■ **Exercise aim**
Look through the entries below and extract exactly the lines from the one containing "const slowStep = Math.exp((w" through the one containing "its times rise", ends included.

[Opening The data section]

// The response of a second-order circuit after an event, one formula for all three damping regimes.
//
// y(t) = yPre                                        for t < t0
// y(t) = yFinal + e^(-alpha tau) (a C(tau) + b S(tau))   for t >= t0, tau = t - t0
// with q = omega0^2 - alpha^2 and
//   C(tau) = cos(sqrt(q) tau)          S(tau) = sin(sqrt(q) tau) / sqrt(q)      (q > 0, underdamped)
//   C(tau) = cosh(sqrt(-q) tau)        S(tau) = sinh(sqrt(-q) tau) / sqrt(-q)   (q < 0, overdamped)
// Both are entire functions of q (C = sum (-q tau^2)^k / (2k)!, S = tau sum (-q tau^2)^k / (2k+1)!),
// so the model is smooth through critical damping (q = 0, S = tau) with no switch and no 0/0.
// At t0+: y = yFinal + a and dy/dt = b - alpha a.

export interface ResponseParams {
  /** Event time, s. */
  t0: number;
  /** Level held before the event. */
  yPre: number;
  /** Level the response settles to (0 for a ringdown to zero). */
  yFinal: number;
  /** Neper frequency alpha, s^-1 (> 0 for a decaying response). */
  alpha: number;
  /** Undamped natural frequency omega0, rad/s. */
  omega0: number;
  /** Natural part at t0+: y(t0+) - yFinal. */
  a: number;
  /** Slope term: dy/dt(t0+) + alpha a. */
  b: number;
}

/** Below this |q tau^2| the power series is used instead of the trig/hyperbolic form. */
const SERIES_LIMIT = 1e-2;

const oneTau = new Float64Array(1);
const oneC = new Float64Array(1);
const oneS = new Float64Array(1);

/** e^(-alpha tau) C(tau) and e^(-alpha tau) S(tau) for one tau >= 0 (see fillDampedBasis). */
export function dampedBasis(alpha: number, omega0: number, tau: number): [number, number] {
  oneTau[0] = tau;
  fillDampedBasis(alpha, omega0, 0, oneTau, oneC, oneS);
  return [oneC[0], oneS[0]];
}

/** A record averaged in blocks: each value is the mean of `samples` consecutive samples `spacing` apart, centred on its time. */
export interface BlockAverage {
  samples: number;
  spacing: number;
}

/**
 * e^(-alpha tau) C(tau) and e^(-alpha tau) S(tau) over a whole time axis (tau = t - t0; zero before t0),
 * without allocating per sample: the hot loop of every fit. A heavily overdamped response neither
 * overflows nor cancels: cosh and sinh are split into the two poles. With a block average, the means
 * over each block's samples at or after t0, and in `after` the fraction of the block's samples that
 * is (1 after the event, 0 before it, in between for the block the event falls in; 0 or 1 without blocks).
 * `steps`, when given, are evenRunSteps(time), kept by a caller that fills the same axis many times.
 * Returns one past the last value whose share in `after` is not 1 (0 when every share is 1, or without `after`).
 */
export function fillDampedBasis(
  alpha: number,
  omega0: number,
  t0: number,
  time: ArrayLike<number>,
  ec: Float64Array,
  es: Float64Array,
  block: BlockAverage | null = null,
  after?: Float64Array,
  steps?: Float64Array,
): number {
  fillPointBasis(alpha, omega0, t0, time, ec, es, steps);
  if (block && block.samples > 1) return averageOverBlocks(alpha, omega0, t0, time, ec, es, block, after);
  let eventEnd = 0;
  if (after) {
    for (let i = 0; i < time.length; i++) {
      if (time[i] < t0) {
        after[i] = 0;
        eventEnd = i + 1;
      } else after[i] = 1;
    }
  }
  return eventEnd;
}

/**
 * Samples taken in one run of the recurrence below: its rounding grows by a few ulps a step, so 16 steps keep
 * it near 1e-15 while 15 of every 16 samples skip exp, cos and sin.
 */
export const RECURRENCE_RUN = 16;
/**
 * A run counts as evenly spaced when no time strays from its line by more than this share of a step: the
 * rounding of times printed to 10 significant digits in a record of 1000 samples is about 5e-7 of a step. The
 * model on the line then differs from the model at the printed times by at most omega_d h 1e-6 (under 4e-6 of
 * the ring's amplitude), far under the noise of any record; an axis with real jitter is computed point by point.
 */
const EVEN_SPACING = 1e-6;

/**
 * The basis at each instant of the time axis (zero before t0), written in place. On an evenly spaced run
 * past the series range the first instant is computed directly and the rest by multiplying by the step's
 * own factor (a rotation by omega_d h with decay e^(-alpha h), or the two poles' e^(s h)): the values are
 * those of the instants on the run's line, within EVEN_SPACING of a step of the recorded ones.
 */
function fillPointBasis(
  alpha: number,
  omega0: number,
  t0: number,
  time: ArrayLike<number>,
  ec: Float64Array,
  es: Float64Array,
  steps?: Float64Array,
): void {
  const q = omega0 * omega0 - alpha * alpha;
  const w = Math.sqrt(Math.abs(q));
  for (let first = 0; first < time.length; first += RECURRENCE_RUN) {
    const end = Math.min(time.length, first + RECURRENCE_RUN);
    const tau = time[first] - t0;
    const step = steps ? steps[first / RECURRENCE_RUN] : evenStep(time, first, end);
    if (!(step > 0) || !(tau >= 0) || !(Math.abs(q) * tau * tau >= SERIES_LIMIT)) {
      for (let i = first; i < end; i++) pointBasis(alpha, q, w, time[i] - t0, ec, es, i);
    } else if (q > 0) {
      const e = Math.exp(-alpha * tau);
      let c = e * Math.cos(w * tau);
      let s = e * Math.sin(w * tau);
      const decay = Math.exp(-alpha * step);
      const cosStep = decay * Math.cos(w * step);
      const sinStep = decay * Math.sin(w * step);
      ec[first] = c;
      es[first] = s / w;
      for (let i = first + 1; i < end; i++) {
        const rotated = c * cosStep - s * sinStep;
        s = c * sinStep + s * cosStep;
        c = rotated;
        ec[i] = c;
        es[i] = s / w;
      }
    } else {
      let slow = Math.exp((w - alpha) * tau);
      let fast = Math.exp(-(alpha + w) * tau);
      const slowStep = Math.exp((w - alpha) * step);
      const fastStep = Math.exp(-(alpha + w) * step);
      for (let i = first; i < end; i++) {
        if (i > first) {
          slow *= slowStep;
          fast *= fastStep;
        }
        ec[i] = (slow + fast) / 2;
        es[i] = (slow - fast) / (2 * w);
      }
    }
  }
}

/**
 * The step of each run of RECURRENCE_RUN times of the axis (the last run may be shorter) when its times rise
 * evenly, else NaN: what fillPointBasis asks of the axis, for a caller to keep (a record of 1000 values has 63 runs).
 */
function evenRunSteps(time: ArrayLike<number>): Float64Array {
  const steps = new Float64Array(Math.ceil(time.length / RECURRENCE_RUN));
  for (let run = 0; run < steps.length; run++) {
    const first = run * RECURRENCE_RUN;
    steps[run] = evenStep(time, first, Math.min(time.length, first + RECURRENCE_RUN));
  }
  return steps;
}

/** evenRunSteps of the last time axis asked about, kept: a fit fills the basis on one axis for all its solves. */
export class RunSteps {
  private time: ArrayLike<number> | null = null;
  private steps: Float64Array = new Float64Array(0);

  of(time: ArrayLike<number>): Float64Array {
    if (this.time !== time) {
      this.steps = evenRunSteps(time);
      this.time = time;
    }
    return this.steps;
  }
}

/**
 * The step of times [first, end) when they rise evenly (each within EVEN_SPACING of a step of its line), else NaN
 * (so too for a run of 2 times or fewer).
 */
function evenStep(time: ArrayLike<number>, first: number, end: number): number {
  if (end - first <= 2) return NaN;
  const step = (time[end - 1] - time[first]) / (end - 1 - first);
  if (!(step > 0)) return NaN;
  const allowed = EVEN_SPACING * step;
  for (let i = first + 1; i < end - 1; i++) if (!(Math.abs(time[i] - time[first] - (i - first) * step) <= allowed)) return NaN;
  return step;
}

/** The basis at one instant tau = t - t0 into ec[i], es[i] (q = omega0^2 - alpha^2, w = sqrt|q|). */
function pointBasis(alpha: number, q: number, w: number, tau: number, ec: Float64Array, es: Float64Array, i: number): void {
  if (tau < 0) {
    ec[i] = 0;
    es[i] = 0;
    return;
  }
  const x = q * tau * tau;
  if (Math.abs(x) < SERIES_LIMIT) {
    const e = Math.exp(-alpha * tau);
    ec[i] = e * (1 - x / 2 + (x * x) / 24 - (x * x * x) / 720 + (x * x * x * x) / 40320);
    es[i] = e * tau * (1 - x / 6 + (x * x) / 120 - (x * x * x) / 5040 + (x * x * x * x) / 362880);
  } else if (q > 0) {
    const e = Math.exp(-alpha * tau);
    ec[i] = e * Math.cos(w * tau);
    es[i] = (e * Math.sin(w * tau)) / w;
  } else {
    const slow = Math.exp((w - alpha) * tau);
    const fast = Math.exp(-(alpha + w) * tau);
    ec[i] = (slow + fast) / 2;
    es[i] = (slow - fast) / (2 * w);
  }
}

/**
 * Gm = (G(s1) + G(s2)) / 2 and D = (G(s1) - G(s2)) / (s1 - s2) for G(s) = sinh(s h/2) / (s h/2), the
 * mean of e^(s tau) over a window of width h around tau, and s1, s2 the poles of the circuit; both are
 * real in every regime and smooth through critical damping. From G's power series and the power sums
 * of the poles (recurrences in s1 + s2 = -2 alpha and s1 s2 = omega0^2).
 */
function windowGain(alpha: number, omega0: number, h: number): [number, number] {
  const sum = -2 * alpha;
  const product = omega0 * omega0;
  let pPrev = 2; // s1^0 + s2^0
  let p = sum; // s1 + s2
  let uPrev = 0; // (s1^0 - s2^0) / (s1 - s2)
  let u = 1;
  let gm = 1;
  let d = 0;
  let coefficient = 1;
  const half2 = (h / 2) * (h / 2);
  for (let k = 1; k <= 40; k++) {
    // Advance the power sums by two orders: index 2k-1 -> 2k and 2k -> 2k+1.
    const p2 = sum * p - product * pPrev;
    const u2 = sum * u - product * uPrev;
    coefficient *= half2 / ((2 * k) * (2 * k + 1));
    const termG = (coefficient * p2) / 2;
    const termD = coefficient * u2;
    gm += termG;
    d += termD;
    pPrev = p2;
    p = sum * p2 - product * p;
    uPrev = u2;
    u = sum * u2 - product * u;
    if (Math.abs(termG) < 1e-16 * Math.abs(gm) && Math.abs(termD) < 1e-16 * Math.abs(d) + 1e-300) break;
  }
  return [gm, d];
}

/**
 * Turns point values of the basis into means over each block's samples (what a record averaged in
 * blocks holds). Averaging e^(s tau) over m samples dt apart gives e^(s tau) G_m(s) with
 * G_m(s) = sinh(s m dt/2) / (m sinh(s dt/2)) = G(s; m dt) / G(s; dt), whose pole-pair form (Gm, D) follows
 * from those of the two windows (q = omega0^2 - alpha^2 = -((s1 - s2)/2)^2):
 *   Gm = (Gm_h Gm_dt + D_h D_dt q) / n,  D = (D_h Gm_dt - Gm_h D_dt) / n,  n = Gm_dt^2 + D_dt^2 q,
 * and then mean(ec) = Gm ec - D q es, mean(es) = Gm es + D ec. A block the event falls in is averaged
 * sample by sample over its samples at or after t0. Returns one past the last value whose share is not 1.
 */
function averageOverBlocks(
  alpha: number,
  omega0: number,
  t0: number,
  time: ArrayLike<number>,
  ec: Float64Array,
  es: Float64Array,
  block: BlockAverage,
  after?: Float64Array,
): number {
  const { samples, spacing } = block;
  const q = omega0 * omega0 - alpha * alpha;
  const [gmBlock, dBlock] = windowGain(alpha, omega0, samples * spacing);
  const [gmSample, dSample] = windowGain(alpha, omega0, spacing);
  const norm = gmSample * gmSample + dSample * dSample * q;
  const gm = (gmBlock * gmSample + dBlock * dSample * q) / norm;
  const d = (dBlock * gmSample - gmBlock * dSample) / norm;
  const reach = ((samples - 1) / 2) * spacing;
  const dq = d * q;
  let eventEnd = 0;
  for (let i = 0; i < time.length; i++) {
    const first = time[i] - reach;
    if (first >= t0) {
      const c = ec[i];
      const s = es[i];
      ec[i] = gm * c - dq * s;
      es[i] = gm * s + d * c;
      if (after) after[i] = 1;
    } else if (time[i] + reach < t0) {
      if (after) {
        after[i] = 0;
        eventEnd = i + 1;
      }
    } else {
      // The event falls inside this block: the mean over its samples at or after t0, and their share.
      const scratch = eventBlockScratch(samples);
      let count = 0;
      for (let j = 0; j < samples; j++) {
        const t = first + j * spacing;
        if (t >= t0) scratch.times[count++] = t;
      }
      const c = scratch.c.subarray(0, count);
      const s = scratch.s.subarray(0, count);
      fillPointBasis(alpha, omega0, t0, scratch.times.subarray(0, count), c, s);
      let sumC = 0;
      let sumS = 0;
      for (let j = 0; j < count; j++) {
        sumC += c[j];
        sumS += s[j];
      }
      ec[i] = count ? sumC / count : 0;
      es[i] = count ? sumS / count : 0;
      if (after) {
        after[i] = count / samples;
        if (after[i] !== 1) eventEnd = i + 1;
      }
    }
  }
  return eventEnd;
}

/** Times and basis values of the samples of the block the event falls in, reused across solves (grown as needed). */
let eventBlock = { times: new Float64Array(0), c: new Float64Array(0), s: new Float64Array(0) };

function eventBlockScratch(samples: number): typeof eventBlock {
  if (eventBlock.times.length < samples) eventBlock = { times: new Float64Array(samples), c: new Float64Array(samples), s: new Float64Array(samples) };
  return eventBlock;
}

/** The model at one instant. */
export function responseAt(p: ResponseParams, t: number): number {
  if (t < p.t0) return p.yPre;
  const [ec, es] = dampedBasis(p.alpha, p.omega0, t - p.t0);
  return p.yFinal + p.a * ec + p.b * es;
}

/** The model over a time axis, written into `out` when given. */
export function evaluateResponse(p: ResponseParams, time: ArrayLike<number>, out?: Float64Array): Float64Array {
  const y = out ?? new Float64Array(time.length);
  const ec = new Float64Array(time.length);
  const es = new Float64Array(time.length);
  fillDampedBasis(p.alpha, p.omega0, p.t0, time, ec, es);
  for (let i = 0; i < time.length; i++) y[i] = time[i] < p.t0 ? p.yPre : p.yFinal + p.a * ec[i] + p.b * es[i];
  return y;
}

/** Damped (ring) angular frequency omega_d, or null when not underdamped. */
export function ringFrequency(alpha: number, omega0: number): number | null {
  const q = omega0 * omega0 - alpha * alpha;
  return q > 0 ? Math.sqrt(q) : null;
}

/** The response's slowest decay rate: alpha for a ring, the slow root alpha - sqrt(alpha^2 - omega0^2) past critical damping. */
export function slowestDecayRate(alpha: number, omega0: number): number {
  return omega0 > alpha ? alpha : alpha - Math.sqrt(alpha * alpha - omega0 * omega0);
}

/** a and b from the value and slope of the response just after the event. */
export function coefficientsFromInitial(
  yAtStart: number,
  slopeAtStart: number,
  yFinal: number,
  alpha: number,
): { a: number; b: number } {
  const a = yAtStart - yFinal;
  return { a, b: slopeAtStart + alpha * a };
}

[Closing The data section]

■ **Answer space**
      const slowStep = Math.exp((w - alpha) * step);
      const fastStep = Math.exp(-(alpha + w) * step);
      for (let i = first; i < end; i++) {
        if (i > first) {
          slow *= slowStep;
          fast *= fastStep;
        }
        ec[i] = (slow + fast) / 2;
        es[i] = (slow - fast) / (2 * w);
      }
    }
  }
}

/**
 * The step of each run of RECURRENCE_RUN times of the axis (the last run may be shorter) when its times rise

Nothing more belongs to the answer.